The evidence at trial amply supports the jury’s finding on the special verdict form that plaintiff established the res ipsa elements. Defendant asserts that the plaintiff failed to prove this accident would not have occurred in the absence of negligence. It does not provide any reasonable alternatives to the jury’s conclusion that it could only have resulted from negligence. Common sense suggests there were at least three possible explanations for the malfunction: (1) the latching mechanism on the compartment was defectively designed or manufactured; (2) the mechanism was maintained improperly by Piedmont; or (3) the compartment was closed improperly prior to take-off.

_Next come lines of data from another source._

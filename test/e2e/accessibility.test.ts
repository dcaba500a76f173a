/**
 * Accessibility of every main view, checked by axe-core running in the real page (Debian's
 * chromium): the front page, the bench with each results tab (a solved example and a new, empty
 * netlist), the help sheet, the language reference, the sign-in page, and — signed in through the
 * provider's page — the team netlists and the members page. No violation of impact serious or
 * critical may remain; the full list of every impact goes to test-results/accessibility.json.
 */
import { readFileSync, writeFileSync } from 'node:fs';
import { join } from 'node:path';
import type { Page } from 'playwright-core';
import { afterAll, beforeAll, describe, expect, inject, it } from 'vitest';
import { ROOT } from '../../tools/postgres';
import { launchBrowser, RESULTS_DIR, type Browser } from '../support/browser';
import { editOnLine, focusEditor, replaceNetlist, waitForPainted } from './bench-support';
import { shotBoth, signInThroughPage } from './team-support';

const AXE_SOURCE = readFileSync(join(ROOT, 'node_modules/axe-core/axe.min.js'), 'utf8');

/**
 * Rules we deliberately leave out, each with its reason. Kept empty unless a rule cannot apply
 * to this product; a rule that merely fails is fixed, not listed here.
 */
const EXCLUDED: Record<string, string> = {};

/**
 * Experimental rules we want anyway: a control whose accessible name does not contain its visible
 * text cannot be operated by voice ("click Save" must find the button labelled Save).
 */
const EXTRA_RULES = ['label-content-name-mismatch'];

interface Found {
  id: string;
  impact: string;
  help: string;
  nodes: string[];
}

const report: Record<string, Found[]> = {};

/** Runs axe over the whole page; the CSP forbids injected script tags, so the source is evaluated. */
async function audit(page: Page, name: string): Promise<Found[]> {
  await page.evaluate(() => document.fonts.ready);
  if (!(await page.evaluate(() => 'axe' in window))) await page.evaluate(AXE_SOURCE);
  const rules: Record<string, { enabled: boolean }> = {};
  for (const id of EXTRA_RULES) rules[id] = { enabled: true };
  for (const id of Object.keys(EXCLUDED)) rules[id] = { enabled: false };
  const found = await page.evaluate(async (options) => {
    const axe = (window as unknown as { axe: { run: (ctx: Document, o: object) => Promise<{ violations: Array<{ id: string; impact: string; help: string; nodes: Array<{ target: string[]; html: string; failureSummary?: string }> }> }> } }).axe;
    const result = await axe.run(document, options);
    return result.violations.map((v) => ({
      id: v.id,
      impact: v.impact,
      help: v.help,
      nodes: v.nodes.map((n) => `${n.target.join(' ')} ${n.html.slice(0, 160)} — ${(n.failureSummary ?? '').replace(/\s+/g, ' ').slice(0, 300)}`),
    }));
  }, { rules, resultTypes: ['violations'] });
  report[name] = found;
  return found;
}

/** The serious and critical violations, written so a failure names the rule and the elements. */
function serious(found: Found[]): string[] {
  return found.filter((f) => f.impact === 'serious' || f.impact === 'critical').map((f) => `${f.id} (${f.impact}): ${f.help}\n  ${f.nodes.join('\n  ')}`);
}

let browser: Browser;
const base = () => inject('baseUrl');

beforeAll(async () => {
  browser = await launchBrowser();
});
afterAll(async () => {
  writeFileSync(join(RESULTS_DIR, 'accessibility.json'), JSON.stringify(report, null, 2));
  await browser?.close();
});

/**
 * A pair on a current-source tail (with a megohm across it), so every panel has something to
 * show and the Sources table holds a current source among the voltage sources.
 */
const PAIR = `title  Pair on a current-source tail
model  qn: npn(is=1e-16, beta=100, va=80, cje=1p, cjc=0.5p, tauf=0.3n)
vcc: vsrc(vcc, gnd) 10 V
vee: vsrc(vee, gnd) -10 V
va:  vsrc(ina, gnd) 0 ac=1
vb:  vsrc(inb, gnd) 0
q1:  npn(c=outa, b=ina, e=tail) qn
q2:  npn(c=outb, b=inb, e=tail) qn
it:  isrc(tail, vee) 2m
rto: res(tail, vee) 1M
rca: res(vcc, outa) 5k
rcb: res(vcc, outb) 5k
ports in=(va, vb) out=(outa, outb)
analyze ac from 10 Hz to 1 GHz per decade 20
analyze transfer va from -100m to 100m step 2m
measure a0 = db(adm)
measure f3 = corner(adm)
check a0 >= 40
check cmrr_db >= 60
`;

/** A file-name-friendly form of a tab's name. */
const slug = (name: string) => name.toLowerCase().replace(/[^a-z0-9]+/g, '-').replace(/^-|-$/g, '');

async function openBench(page: Page, query = '?example=resistor-tail'): Promise<void> {
  await page.goto(`${base()}/bench${query}`);
  await page.locator('.cm-content').waitFor();
  await waitForPainted(page);
}

/** The names of the bench's results tabs, as shown (every tab is checked, whatever is added). */
async function tabNames(page: Page): Promise<string[]> {
  return (await page.getByRole('tab').allTextContents()).map((t) => t.replace(/\s+\d+ fail$/, '').trim());
}

describe('accessibility (axe-core)', { timeout: 90_000 }, () => {
  it('the front page', async () => {
    const page = await browser.context.newPage();
    await page.goto(`${base()}/`);
    await page.locator('h1').first().waitFor();
    expect(serious(await audit(page, 'front page'))).toEqual([]);
    await page.close();
  });

  it('the bench, with each results tab of a solved netlist', async () => {
    const page = await browser.context.newPage();
    await openBench(page);
    await replaceNetlist(page, PAIR);
    await waitForPainted(page);
    const problems: string[] = [];
    for (const tab of await tabNames(page)) {
      await page.getByRole('tab', { name: tab }).click();
      await page.locator('.mat-mdc-tab-body-active div.panel').waitFor();
      problems.push(...serious(await audit(page, `bench: ${tab}`)));
      await shotBoth(page, `view-bench-${slug(tab)}`);
    }
    expect(problems).toEqual([]);
    await page.close();
  });

  it('the bench after New, every panel empty, and with a problem in the list', async () => {
    const page = await browser.context.newPage();
    await openBench(page);
    await page.getByRole('button', { name: 'New netlist' }).click();
    await expect.poll(() => page.locator('.cm-content').textContent()).toContain('Untitled netlist');
    await waitForPainted(page);
    const problems: string[] = [];
    for (const tab of await tabNames(page)) {
      await page.getByRole('tab', { name: tab }).click();
      await page.locator('.mat-mdc-tab-body-active div.panel').waitFor();
      problems.push(...serious(await audit(page, `bench after New: ${tab}`)));
      if (tab === 'Bias') await shotBoth(page, 'view-bench-new-bias');
    }
    await focusEditor(page);
    await page.keyboard.press('Control+End');
    await page.keyboard.insertText('analyze noise\n');
    await page.locator('nw-problems-list li').first().waitFor();
    problems.push(...serious(await audit(page, 'bench with a problem')));
    await shotBoth(page, 'view-bench-problem');
    expect(problems).toEqual([]);
    await page.close();
  });

  it('the bench showing the last result that solved while the circuit has an error', async () => {
    const page = await browser.context.newPage();
    await openBench(page);
    const lines = await page.locator('.cm-line').allTextContents();
    const at = lines.findIndex((l) => /^rca:/.test(l)) + 1;
    expect(at).toBeGreaterThan(0);
    await editOnLine(page, at, ') rc', ') 1meg');
    await waitForPainted(page);
    await page.locator('nw-problems-list li').first().waitFor();
    const problems: string[] = [];
    for (const tab of await tabNames(page)) {
      await page.getByRole('tab', { name: tab }).click();
      await page.locator('.mat-mdc-tab-body-active div.panel').waitFor();
      problems.push(...serious(await audit(page, `bench, stale: ${tab}`)));
    }
    expect(problems).toEqual([]);
    await page.close();
  });

  it('the help sheet', async () => {
    const page = await browser.context.newPage();
    await openBench(page);
    await page.getByRole('button', { name: 'Keyboard shortcuts and help' }).click();
    await page.getByRole('dialog').waitFor();
    expect(serious(await audit(page, 'help sheet'))).toEqual([]);
    await shotBoth(page, 'view-help-sheet');
    await page.close();
  });

  it('the language reference', async () => {
    const page = await browser.context.newPage();
    await page.goto(`${base()}/reference`);
    await page.locator('h1').first().waitFor();
    expect(serious(await audit(page, 'reference'))).toEqual([]);
    await page.close();
  });

  it('the sign-in page', async () => {
    const page = await browser.context.newPage();
    await page.goto(`${base()}/sign-in?next=/bench`);
    await page.locator('h1').waitFor();
    expect(serious(await audit(page, 'sign-in'))).toEqual([]);
    await page.close();
  });

  it('the team netlists and the members page, signed in as an admin', async () => {
    const b = await launchBrowser();
    try {
      const page = await b.context.newPage();
      await signInThroughPage(page, base(), 'ada@strainlab.example', '/netlists');
      await page.locator('h1', { hasText: 'Netlists' }).waitFor();
      await expect.poll(() => page.locator('.filters .count').textContent()).toMatch(/\d/);
      const problems = serious(await audit(page, 'netlists'));
      await page.goto(`${base()}/w/strainlab/admin`);
      await page.locator('h1', { hasText: 'Members' }).waitFor();
      await page.getByRole('table').first().waitFor();
      problems.push(...serious(await audit(page, 'admin')));
      expect(problems).toEqual([]);
    } finally {
      await b.close();
    }
  });
});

Defendant argues that the testimony at trial did not eliminate the possibility that a design or manufacturing defect caused the bin to drop open and it claims, therefore, the jury could not have permissibly found that plaintiff satisfied the res ipsa elements. Specifically, Piedmont notes that it could not be held liable for the negligence of the designer or manufacturer unless it had received notice of any such defect. See, e.g., Espinosa v. A & S Welding & Boiler Repair, Inc., 120 A.D.2d 435, 436, 502 N.Y.S.2d 451, 452 (1986); Sirigiano v. Otis Elevator Co., 118 A.D.2d 920, 921, 499 N.Y.S.2d 486, 488 (1986). This products liability argument, however, has no role in this case and does not change the court’s opinion that the res ipsa charge was appropriate or that there was sufficient evidence to support the jury’s findings.

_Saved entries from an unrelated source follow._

/**
 * The result panels in a real browser: the Bode plot's cursor, zoom and exports, the bias flags,
 * the modes figures and the checks — with screenshots in test-results/ to look at.
 */
import { readFileSync, writeFileSync } from 'node:fs';
import { join } from 'node:path';
import type { Page } from 'playwright-core';
import { afterAll, beforeAll, describe, expect, inject, it } from 'vitest';
import { launchBrowser, RESULTS_DIR, type Browser } from '../support/browser';
import { replaceNetlist, waitForPainted } from './bench-support';

let browser: Browser;
beforeAll(async () => {
  browser = await launchBrowser();
});
afterAll(async () => {
  await browser?.close();
});

const PAIR = `title  Resistor-tail pair
model  qn: npn(is=1e-16, beta=100, va=80, cje=1p, cjc=0.5p, tauf=0.3n)
vcc: vsrc(vcc, gnd) 10 V
vee: vsrc(gnd, vee) 10 V
va: vsrc(ina, gnd) 0 ac=1
vb: vsrc(inb, gnd) 0
rc1: res(vcc, outa) 5k
rc2: res(vcc, outb) 5k
cl1: cap(outa, gnd) 10p
cl2: cap(outb, gnd) 10p
q1: npn(c=outa, b=ina, e=tail) qn
q2: npn(c=outb, b=inb, e=tail) qn
rt: res(tail, vee) 4.65k
ports in=(va, vb) out=(outa, outb)
analyze ac from 10 Hz to 1 GHz per decade 20
measure a0 = db(adm)
measure f3 = corner(adm)
measure fu = unity(adm)
check cmrr_db >= 60
check ic(q1) = 1m ± 5%
`;

const TROUBLE = `title  Headroom trouble
model  qn: npn(is=1e-16, beta=100, va=50)
model  mn: nmos(ucox=200u, vth=0.5, lambda=0.05)
vcc: vsrc(vcc, gnd) 5 V
vbias: vsrc(b1, gnd) 0.75
rc: res(vcc, c1) 20k
q1: npn(c=c1, b=b1, e=gnd) qn
vb2: vsrc(b2, gnd) 0.62
rc2: res(vcc, c2) 1.85M
q2: npn(c=c2, b=b2, e=gnd)
vg: vsrc(g1, gnd) 1.5
rd: res(vcc, d1) 20k
m1: nmos(d=d1, g=g1, s=gnd) mn w=10u l=1u
vg3: vsrc(g3, gnd) 0.9
rd3: res(vcc, d3) 10k
m3: nmos(d=d3, g=g3, s=gnd) mn w=10u l=1u
`;

async function openWith(text: string): Promise<Page> {
  const page = await browser.context.newPage();
  const errors: string[] = [];
  page.on('pageerror', (e) => errors.push(e.message));
  (page as Page & { errors?: string[] }).errors = errors;
  await page.goto(inject('baseUrl') + '/bench');
  await page.locator('.cm-content').waitFor();
  await waitForPainted(page);
  await replaceNetlist(page, text);
  await waitForPainted(page);
  return page;
}

const shot = (page: Page, name: string) => page.screenshot({ path: join(RESULTS_DIR, name) });

describe('the result panels', () => {
  it('reads the Bode plot with the mouse and the keyboard, zooms a box, resets, and exports', async () => {
    const page = await openWith(PAIR);
    await page.getByRole('tab', { name: 'Response' }).click();
    const plot = page.locator('nw-response-panel nw-bode-plot');
    await plot.locator('path.curve').first().waitFor();
    expect(await plot.locator('.marker-corner .marker-label').textContent()).toMatch(/^−3 dB at [\d.]+ MHz$/);
    expect(await plot.locator('.marker-unity .marker-label').textContent()).toMatch(/^0 dB at [\d.]+ MHz$/);

    const svg = plot.locator('svg.plot');
    const box = (await svg.boundingBox())!;
    // The plot fits the results column of a 1280×800 laptop without sideways scrolling.
    expect(box.width).toBeLessThanOrEqual(760);
    await page.mouse.move(box.x + box.width * 0.5, box.y + box.height * 0.3);
    await expect.poll(() => plot.locator('.readout .freq').textContent()).toMatch(/^f = [\d.]+ [kM]?Hz$/);
    expect(await plot.locator('g.cursor line').count()).toBe(1);
    await shot(page, 'panels-response-cursor.png');

    // Keyboard: focus the plot and step the cursor to the sweep's end.
    await plot.locator('.surface').focus();
    await page.keyboard.press('End');
    await expect.poll(() => plot.locator('.readout .freq').textContent()).toBe('f = 1 GHz');

    // Drag a box over two decades of the magnitude panel: the axis zooms, reset brings it back.
    const x0 = box.x + box.width * 0.45;
    const x1 = box.x + box.width * 0.7;
    await page.mouse.move(x0, box.y + 30);
    await page.mouse.down();
    await page.mouse.move((x0 + x1) / 2, box.y + 80, { steps: 4 });
    await page.mouse.move(x1, box.y + 120, { steps: 4 });
    await page.mouse.up();
    const reset = page.getByRole('button', { name: 'Reset zoom' });
    await expect.poll(() => reset.isEnabled()).toBe(true);
    const zoomedLabels = await plot.locator('.x-labels text').allTextContents();
    expect(zoomedLabels).not.toContain('10 Hz');
    await shot(page, 'panels-response-zoomed.png');
    await reset.click();
    await expect.poll(() => plot.locator('.x-labels text').first().textContent()).toBe('10 Hz');

    // The wheel zooms around the pointer; a double-click resets.
    await page.mouse.move(box.x + box.width * 0.6, box.y + 60);
    await page.mouse.wheel(0, -300);
    await expect.poll(() => reset.isEnabled()).toBe(true);
    await page.mouse.dblclick(box.x + box.width * 0.6, box.y + 60);
    await expect.poll(() => reset.isEnabled()).toBe(false);

    // Turn on a node curve from the legend.
    await page.getByRole('button', { name: 'Show ac(outa)' }).click();
    await expect.poll(() => plot.locator('path.curve[data-key="ac(outa)"]').count()).toBe(2);
    await shot(page, 'panels-response.png');

    const [csv] = await Promise.all([page.waitForEvent('download'), page.getByRole('button', { name: 'Export the plotted curves as CSV' }).click()]);
    expect(csv.suggestedFilename()).toBe('resistor-tail-pair-response.csv');
    const lines = readFileSync((await csv.path())!, 'utf8').trim().split('\r\n');
    expect(lines[0]).toBe('freq_hz,adm_mag_db,adm_phase_deg,acm_mag_db,acm_phase_deg,cmrr_mag_db,cmrr_phase_deg,ac(outa)_mag_db,ac(outa)_phase_deg');
    expect(lines.length).toBe(161 + 1);

    const [svgFile] = await Promise.all([page.waitForEvent('download'), page.getByRole('button', { name: 'Export the plot as SVG' }).click()]);
    const svgText = readFileSync((await svgFile.path())!, 'utf8');
    expect(svgText).toContain('<svg');
    expect(svgText).not.toContain('cursor-line');
    // The file carries its own legend and the netlist's title.
    expect(svgText).toContain('>Resistor-tail pair</text>');
    expect(svgText).toContain('>ac(outa)</text>');

    const [png] = await Promise.all([page.waitForEvent('download'), page.getByRole('button', { name: 'Export the plot as PNG' }).click()]);
    const pngBytes = readFileSync((await png.path())!);
    writeFileSync(join(RESULTS_DIR, 'panels-export.png'), pngBytes);
    // PNG signature, then the IHDR width: twice the plot's CSS width.
    expect(pngBytes.subarray(1, 4).toString('latin1')).toBe('PNG');
    expect(pngBytes.readUInt32BE(16)).toBe(Math.round(box.width) * 2);
    expect((page as Page & { errors?: string[] }).errors).toEqual([]);
    await page.close();
  });

  it('shows modes figures with definitions and CMRR over frequency', async () => {
    const page = await openWith(PAIR);
    await page.getByRole('tab', { name: 'Modes' }).click();
    const modes = page.locator('nw-modes-panel');
    await modes.locator('path.curve').waitFor();
    const text = (await modes.textContent())!.replace(/\s+/g, ' ');
    expect(text).toContain('vid = va − vb');
    expect(text).toContain('vod = v(outa) − v(outb)');
    await shot(page, 'panels-modes.png');
    await page.close();
  });

  it('flags bias problems with words and symbols, and lists checks with margins', async () => {
    const page = await openWith(TROUBLE);
    await page.getByRole('tab', { name: 'Bias' }).click();
    const bias = page.locator('nw-bias-panel');
    await bias.locator('.problems').waitFor();
    expect(await bias.locator('.problems').textContent()).toMatch(/q1: saturated/);
    expect(await bias.locator('.problems').textContent()).toMatch(/q2: VCE < 0\.3 V/);
    expect(await bias.locator('.problems').textContent()).toMatch(/m1: triode/);
    await shot(page, 'panels-bias.png');

    await replaceNetlist(page, PAIR);
    await waitForPainted(page);
    await page.getByRole('tab', { name: /Checks/ }).click();
    const checks = page.locator('nw-checks-panel');
    await checks.locator('.row').first().waitFor();
    expect(await checks.locator('.summary').textContent()).toMatch(/of 2 pass/);
    await shot(page, 'panels-checks.png');
    await page.close();
  });
});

At the outset, the court notes that defendant never raised the substantive defense of lack of notice in any of its pleadings and never attempted to bring in third-party defendants against whom to assert claims based on products liability theories. Moreover, when plaintiff requested the res ipsa charge, defendant never raised the design or manufacturing defect argument in opposition, relying only on the argument that the bin might have been opened by another passenger. Defendant did claim, in general, that “[tjhere is no expert testimony to explain that some form of negligence caused the alleged incident herein,” continuing: “[n]or is there any testimony that the type of occurrence herein would not normally occur without negligence on the part of PIEDMONT.” Defendant’s Pre-trial Order, Exh. A. at 3-4 (Trial Memorandum).

These conclusory observations concerning pre-trial discovery did not specifically raise any notice issue, and counsel for Piedmont did not advance this theory when the court heard argument on the res ipsa issue. Therefore, the court is reluctant to inject an issue into the case after judgment has been entered that was never raised at any prior point in the proceedings. See 5A J. Moore & J. Lucas, Moore’s Federal Practice ¶ 51.04 at 51-33 to 51-41 (2d ed. 1989); 6A id. U 59.08[2] at 59-85 to 59-88.

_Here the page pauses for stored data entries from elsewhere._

/**
 * The front page in the browser: `/` says what the product is for and shows the cautions, and one
 * click on an example opens it solved in the bench. Screenshots at 1280×800 and 1920×1080.
 */
import { afterAll, beforeAll, describe, expect, inject, it } from 'vitest';
import { EXAMPLES } from '../../src/app/bench/examples';
import { launchBrowser, type Browser } from '../support/browser';
import { waitForPainted } from './bench-support';
import { shotBoth } from './team-support';

let browser: Browser;
beforeAll(async () => {
  browser = await launchBrowser();
});
afterAll(async () => {
  await browser?.close();
});

describe('the front page', () => {
  it('stays at / and says what the product is for, with the cautions', async () => {
    const page = await browser.context.newPage();
    const failed: string[] = [];
    page.on('pageerror', (e) => failed.push(e.message));
    await page.goto(inject('baseUrl') + '/');
    await page.locator('h1').waitFor();
    expect(new URL(page.url()).pathname).toBe('/');
    await expect.poll(() => page.title()).toMatch(/^Nodewright/);
    expect(await page.locator('h1').textContent()).toContain('analog circuits');
    expect(await page.locator('.lead').textContent()).toMatch(/solves a text netlist while you type/);
    expect(await page.getByRole('note').textContent()).toContain('sign-off simulation');
    expect(await page.locator('a.example').count()).toBe(EXAMPLES.length);
    await page.evaluate(() => document.fonts.ready);
    await shotBoth(page, 'front-page');
    expect(failed).toEqual([]);
    await page.close();
  });

  it('opens an example in the bench, solved, with one click', { timeout: 60_000 }, async () => {
    const page = await browser.context.newPage();
    await page.goto(inject('baseUrl') + '/');
    const example = EXAMPLES[1];
    await page.getByRole('link', { name: new RegExp(example.label) }).click();
    await page.waitForURL((url) => url.pathname === '/bench' && url.searchParams.get('example') === example.id);
    await page.locator('.cm-content').waitFor();
    const title = /^title\s+(.*)$/m.exec(example.text)![1];
    await expect.poll(() => page.locator('.cm-content').textContent(), { timeout: 15_000 }).toContain(title);
    await waitForPainted(page);
    // Every demo's checks pass as written (src/app/bench/examples).
    await expect.poll(() => page.locator('nw-results-summary').textContent(), { timeout: 15_000 }).toMatch(/(All \d+ checks pass|The check passes)\b/);
    await page.close();
  });

  it('leads on to the bench for someone who already knows it', async () => {
    const page = await browser.context.newPage();
    await page.goto(inject('baseUrl') + '/');
    await page.getByRole('link', { name: 'Continue to the bench' }).click();
    await page.waitForURL((url) => url.pathname === '/bench');
    await page.locator('.cm-content').waitFor();
    await page.close();
  });
});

Nevertheless, even in its belated form, defendant’s argument does not vitiate the *917 jury’s res ipsa findings. While both plaintiff and defendant could have brought the manufacturer of the overhead bin or aircraft into the case, neither party elected to do so. This suggests to the court that neither considered this newly-articulated product liability issue to be a part of the case. The facts developed at trial reveal that the possible existence of a design or manufacturing defect in the bin is remote, at best.

If the design of the bin were defective, one might have expected all of the other bins on flight 312D to have opened as well, yet there was no such testimony adduced at trial. In fact, if design were truly a cause, one might wonder why the similarly designed bins had not been involved in numerous incidents like the one at issue here. If this were the case, it seems reasonable that plaintiff would have developed evidence of it during discovery and made it a part of her case. Even if plaintiff did not, defendant, who was in a better position to investigate this as a possible defense, never incorporated it into its case.

That this bin was manufactured defectively is equally as unlikely. Piedmont argued at trial that had there been a problem with the overhead bin, its maintenance procedures would have revealed it. In fact, there was testimony that this bin had been inspected many times prior to this incident and, according to Piedmont, not once was any problem noted.